Balance

Earlier this week I started a blog post about meal prepping, and how it has been a life saver since starting back at work, but ultimately found myself not being able to finish it. Don’t get me wrong, it’s nothing short of amazing because it saves me so.much.time.  But I think overall, my issue lately has been balance.  I can’t find it. I can’t keep it when I do find it.  I’m sure it will get easier, but it’s been exhausting!

Now I don’t want to sound whiny, because I love that I found a job and am working again.  It may not be my ideal job, or even a money maker, but the company overall is SO great.  It’s just been tough to jump back into it all while trying to maintain everything I was doing when I wasn’t working.

I’ve been waking up everyday at 5:45 to do my 21 day fix extreme videos (killer), showering, waking up Beta and taking her for a walk, feeding her, working, running, crocheting, trying to cook dinner, clean up, training Beta, crochet some more and passing out.  I’m literally sitting in a pile of yarn right now because I am too lazy to clean it up.  Sidenote: I’m SO grateful for all the support I’ve gotten opening my etsy shop- I have a bunch of orders to fulfill over the next couple months which has been keeping me busy and motivated!

But I hate feeling disorganized.  Clutter makes me cringe.  Dirty kitchens make me crazy.  But lately these things are a part of my everyday life.  I’ve decided to put together a list to try and help me with this issue, before I go off my rocker.

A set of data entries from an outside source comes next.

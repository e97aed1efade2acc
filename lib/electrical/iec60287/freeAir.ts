/**
 * Cables in free air, IEC 60287-2-1 §4.2.1 (ed. 1: §2.2.1), from memory:
 *   T₄* = 1 / (π·D_e·h·(Δθ_s)^¼),  h = Z/D_e^g + E  (D_e in m; Z, E, g from Table 2 by arrangement),
 * with the surface rise Δθ_s found by the clause's iteration
 *   (Δθ_s)^¼ₙ₊₁ = [(Δθ + Δθ_d + Δθ_ds) / (1 + K_A·(Δθ_s)^¼ₙ)]^¼,  (Δθ_s)^¼₀ = 2,
 *   K_A = π·D_e·h·T_int,  T_int = [T₁/n + T₂(1 + λ₁) + T₃(1 + λ₁ + λ₂)] / (1 + λ₁ + λ₂),
 *   Δθ_d = W_d·[(1/(1 + λ₁ + λ₂) − ½)·T₁ − n·T₂·λ₂/(1 + λ₁ + λ₂)],
 *   Δθ_ds = σ·D_e·H·T_int  (= σ·D_e·H·K_A/(π·D_e·h); zero when shielded from the sun).
 * The three terms follow from the heat balance at the surface, W_surface + σ·D_e·H =
 * π·D_e·h·Δθ_s^(5/4), and eq. (1) of IEC 60287-1-1 for the rise through the cable; the derivation
 * is repeated in the tests. For a group, each cable uses the group's Z, E, g and its own D_e.
 */
import { ElectricalInputError, requireFinite, requireNonNegative, requirePositive, requireInteger, requireRange } from '../errors';
import {
  FREE_AIR_CONSTANTS,
  FREE_AIR_ISOLATED_HORIZONTAL_CLEARANCE_RATIO,
  type FreeAirArrangement,
  type FreeAirConstants,
} from './constants';
import { cableCountOf, type Arrangement } from './arrangement';

/** h = Z/D_e^g + E, W/(m²·K^(5/4)), IEC 60287-2-1 §4.2.1 (from memory). */
export function freeAirHeatTransferCoefficient(args: { externalDiameterM: number; Z: number; E: number; g: number }): number {
  const de = requirePositive(args?.externalDiameterM, 'externalDiameterM');
  const Z = requireNonNegative(args.Z, 'Z');
  const E = requireNonNegative(args.E, 'E');
  const g = requireFinite(args.g, 'g');
  return Z / de ** g + E;
}

/** T_int of the iteration (K·m/W per unit of heat leaving the surface), see the file comment. */
export function internalThermalResistance(args: {
  T1: number;
  T2?: number;
  T3: number;
  cores?: number;
  lambda1?: number;
  lambda2?: number;
}): number {
  const T1 = requireNonNegative(args?.T1, 'T1');
  const T2 = requireNonNegative(args.T2 ?? 0, 'T2');
  const T3 = requireNonNegative(args.T3, 'T3');
  const n = requireInteger(args.cores ?? 1, 'cores', 1, 4);
  const l1 = requireNonNegative(args.lambda1 ?? 0, 'lambda1');
  const l2 = requireNonNegative(args.lambda2 ?? 0, 'lambda2');
  return (T1 / n + T2 * (1 + l1) + T3 * (1 + l1 + l2)) / (1 + l1 + l2);
}

export interface FreeAirExternalResult {
  /** T₄*, K·m/W. */
  T4: number;
  /** Converged Δθ_s, K (surface above ambient). */
  surfaceRiseK: number;
  /** h, W/(m²·K^(5/4)). */
  h: number;
  KA: number;
  internalResistanceKmPerW: number;
  dielectricRiseK: number;
  solarRiseK: number;
  iterations: number;
  /** Heat the surface gives off, π·D_e·h·Δθ_s^(5/4) (includes the absorbed sun), W/m. */
  surfaceHeatWPerM: number;
}

/**
 * T₄* of a cable in free air by the iteration of IEC 60287-2-1 §4.2.1 (see the file comment).
 * `conductorRiseK` is Δθ, the permissible rise of the conductor above ambient. The standard stops
 * when (Δθ_s)^¼ changes by less than 0.001; this stops at `tolerance` (default 1e-10), because
 * the result serves as an independent check.
 */
export function freeAirExternalResistance(args: {
  externalDiameterM: number;
  constants: Pick<FreeAirConstants, 'Z' | 'E' | 'g'>;
  conductorRiseK: number;
  T1: number;
  T2?: number;
  T3: number;
  cores?: number;
  lambda1?: number;
  lambda2?: number;
  /** W_d per core, W/m (0 when dielectric losses do not count). */
  dielectricLossWPerM?: number;
  /** Sun: σ (absorption coefficient) and H (intensity, W/m²; the standard suggests 1000 W/m²). */
  sun?: { absorptionCoefficient: number; irradianceWPerM2: number };
  tolerance?: number;
}): FreeAirExternalResult {
  const de = requirePositive(args?.externalDiameterM, 'externalDiameterM');
  const rise = requirePositive(args.conductorRiseK, 'conductorRiseK');
  const h = freeAirHeatTransferCoefficient({ externalDiameterM: de, ...requireConstants(args.constants) });
  const n = args.cores ?? 1;
  const l1 = args.lambda1 ?? 0;
  const l2 = args.lambda2 ?? 0;
  const tInt = internalThermalResistance({ T1: args.T1, T2: args.T2, T3: args.T3, cores: n, lambda1: l1, lambda2: l2 });
  const wd = requireNonNegative(args.dielectricLossWPerM ?? 0, 'dielectricLossWPerM');
  const T1 = args.T1;
  const T2 = args.T2 ?? 0;
  const dielectricRiseK = wd * ((1 / (1 + l1 + l2) - 0.5) * T1 - (n * T2 * l2) / (1 + l1 + l2));
  let solarRiseK = 0;
  if (args.sun) {
    const sigma = requireRange(args.sun.absorptionCoefficient, 'sun.absorptionCoefficient', 0, 1);
    const H = requireRange(args.sun.irradianceWPerM2, 'sun.irradianceWPerM2', 0, 1500);
    solarRiseK = sigma * de * H * tInt;
  }
  const tolerance = args.tolerance === undefined ? 1e-10 : requirePositive(args.tolerance, 'tolerance');
  const driving = rise + dielectricRiseK + solarRiseK;
  if (!(driving > 0)) throw new ElectricalInputError('conductorRiseK', 'leaves no rise for the surface once the dielectric losses are counted');
  const KA = Math.PI * de * h * tInt;

  let root = 2; // the clause's starting value (Δθ_s)^¼ = 2
  let iterations = 0;
  let converged = false;
  while (iterations < 500) {
    const next = (driving / (1 + KA * root)) ** 0.25;
    iterations++;
    const change = Math.abs(next - root);
    root = next;
    if (change <= tolerance) {
      converged = true;
      break;
    }
  }
  // The map contracts with a slope below ¼ at its fixed point; failing here would be a defect.
  if (!converged) throw new ElectricalInputError('constants', 'the free-air iteration did not settle');
  const surfaceRiseK = root ** 4;
  return {
    T4: 1 / (Math.PI * de * h * root),
    surfaceRiseK,
    h,
    KA,
    internalResistanceKmPerW: tInt,
    dielectricRiseK,
    solarRiseK,
    iterations,
    surfaceHeatWPerM: Math.PI * de * h * surfaceRiseK ** 1.25,
  };
}

function requireConstants(c: Pick<FreeAirConstants, 'Z' | 'E' | 'g'> | undefined): { Z: number; E: number; g: number } {
  if (!c) throw new ElectricalInputError('constants', 'give Z, E and g (IEC 60287-2-1 Table 2)');
  return { Z: requireNonNegative(c.Z, 'constants.Z'), E: requireNonNegative(c.E, 'constants.E'), g: requireFinite(c.g, 'constants.g') };
}

// ───────────────────────── Which row of Table 2 an arrangement is ─────────────────────────

export type FreeAirRowChoice =
  | { kind: 'tabulated'; arrangement: FreeAirArrangement; constants: FreeAirConstants; assumptions: string[] }
  | { kind: 'outside-method'; reason: string };

const SLACK = 1e-9;

/**
 * The row of IEC 60287-2-1 Table 2 (from memory) that covers an arrangement in air, or why none
 * does. One circuit: single; trefoil touching; two or three touching in a horizontal or vertical
 * row; two or three vertical with a clearance of D_e. Cables in a horizontal row with a clearance
 * of at least 0.75·D_e are each rated as a single cable (the table's footnote), which also covers
 * several circuits laid side by side in ONE horizontal row. Every other group in air (spaced
 * trefoil, horizontal clearance below 0.75·D_e, several circuits in any other pattern) lies
 * outside these constants — IEC 60287-2-2 has group factors for such cases; they are not here.
 */
export function freeAirRowFor(arrangement: Arrangement): FreeAirRowChoice {
  if (arrangement.placement.kind !== 'air') return { kind: 'outside-method', reason: 'the arrangement is not in air' };
  const circuits = arrangement.circuits;
  const tabulated = (name: FreeAirArrangement, assumptions: string[] = []): FreeAirRowChoice => ({
    kind: 'tabulated',
    arrangement: name,
    constants: FREE_AIR_CONSTANTS[name],
    assumptions: [...assumptions, `Clear of walls and other surfaces by at least ${name === 'single' ? '0.3' : '0.5'}·D_e (the condition of IEC 60287-2-1 Table 2, from memory)`],
  });
  const allInOneHorizontalRow = () =>
    circuits.every((c) => c.formation === 'single' || c.formation === 'flat-horizontal') &&
    (circuits.length === 1 || arrangement.circuitSpacing?.direction === 'horizontal');

  // Isolated cables in one horizontal row, clearance ≥ 0.75·D_e everywhere.
  if (allInOneHorizontalRow()) {
    const clearances: number[] = [];
    let largest = 0;
    for (const c of circuits) {
      largest = Math.max(largest, c.externalDiameterM);
      if (cableCountOf(c) > 1) {
        const s = c.spacing === 'touching' ? c.externalDiameterM : (c.axisSpacingM ?? 0);
        clearances.push((s - c.externalDiameterM) / c.externalDiameterM);
      }
    }
    if (circuits.length > 1 && arrangement.circuitSpacing) {
      // Between neighbouring circuits: the outer cables of two rows face each other.
      for (let i = 0; i + 1 < circuits.length; i++) {
        const a = circuits[i];
        const b = circuits[i + 1];
        const halfA = cableCountOf(a) === 1 ? 0 : rowHalfWidth(a);
        const halfB = cableCountOf(b) === 1 ? 0 : rowHalfWidth(b);
        const gap = arrangement.circuitSpacing.axisSpacingM - halfA - halfB - (a.externalDiameterM + b.externalDiameterM) / 2;
        clearances.push(gap / Math.max(a.externalDiameterM, b.externalDiameterM));
      }
    }
    if (clearances.every((r) => r >= FREE_AIR_ISOLATED_HORIZONTAL_CLEARANCE_RATIO - SLACK)) {
      return tabulated('single', clearances.length > 0 ? ['Cables in a horizontal row with a clearance of at least 0.75·D_e rated as isolated (IEC 60287-2-1 Table 2, footnote, from memory)'] : []);
    }
  }
  if (circuits.length > 1) {
    return {
      kind: 'outside-method',
      reason: 'several circuits in air other than isolated cables in one horizontal row: IEC 60287-2-1 Table 2 covers one group only (group factors of IEC 60287-2-2 are not implemented)',
    };
  }
  const c = circuits[0];
  const n = cableCountOf(c);
  const de = c.externalDiameterM;
  const clearance = c.spacing === 'touching' ? 0 : ((c.axisSpacingM ?? 0) - de) / de;
  if (c.formation === 'trefoil') {
    if (c.spacing === 'touching' || clearance <= SLACK) return tabulated('trefoil-touching');
    return { kind: 'outside-method', reason: 'a spaced trefoil is not tabulated in IEC 60287-2-1 Table 2' };
  }
  if (c.formation === 'flat-horizontal') {
    if (clearance <= SLACK) return tabulated(n === 2 ? 'two-touching-horizontal' : 'three-touching-horizontal');
    return {
      kind: 'outside-method',
      reason: `a horizontal row with a clearance of ${clearance.toFixed(2)}·D_e: touching and ≥ 0.75·D_e are tabulated, in between is not`,
    };
  }
  if (c.formation === 'flat-vertical') {
    if (clearance <= SLACK) return tabulated(n === 2 ? 'two-touching-vertical' : 'three-touching-vertical');
    if (Math.abs(clearance - 1) <= 1e-6) return tabulated(n === 2 ? 'two-spaced-vertical' : 'three-spaced-vertical');
    if (clearance > 1) {
      return tabulated(n === 2 ? 'two-spaced-vertical' : 'three-spaced-vertical', [
        `Vertical clearance ${clearance.toFixed(2)}·D_e rated with the row tabulated for a clearance of D_e (assumed conservative: wider spacing heats less)`,
      ]);
    }
    return { kind: 'outside-method', reason: `a vertical row with a clearance of ${clearance.toFixed(2)}·D_e: only touching and D_e are tabulated` };
  }
  return tabulated('single');
}

/** Distance from a flat row's centre to the axis of its outer cable. */
function rowHalfWidth(c: Arrangement['circuits'][number]): number {
  const s = c.spacing === 'touching' ? c.externalDiameterM : (c.axisSpacingM ?? 0);
  return cableCountOf(c) === 2 ? s / 2 : s;
}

  1. Disconnect- pros and cons to this. I like being social, keeping up with people, but it is so distracting.
  2. Listen to my body- I don’t actually need to double up on my workouts in the morning and afternoon.
  3. If it can be done in two minutes, just do it- like this yarn I’m sitting in.
  4. Go to bed earlier.
  5. Eat better- I do a great job of eating at work (although it’s constant- it’s healthy) but the second I get home it’s over. I’m such a snacker, and Chris was complaining there are no cookies in the house, sigh.

I feel like I’m on the right track, but I’ve got to just start practicing what I preach!  Hopefully some mountain therapy will help 🙂

Does anyone have any suggestions or want to share ways they keep life in balance?!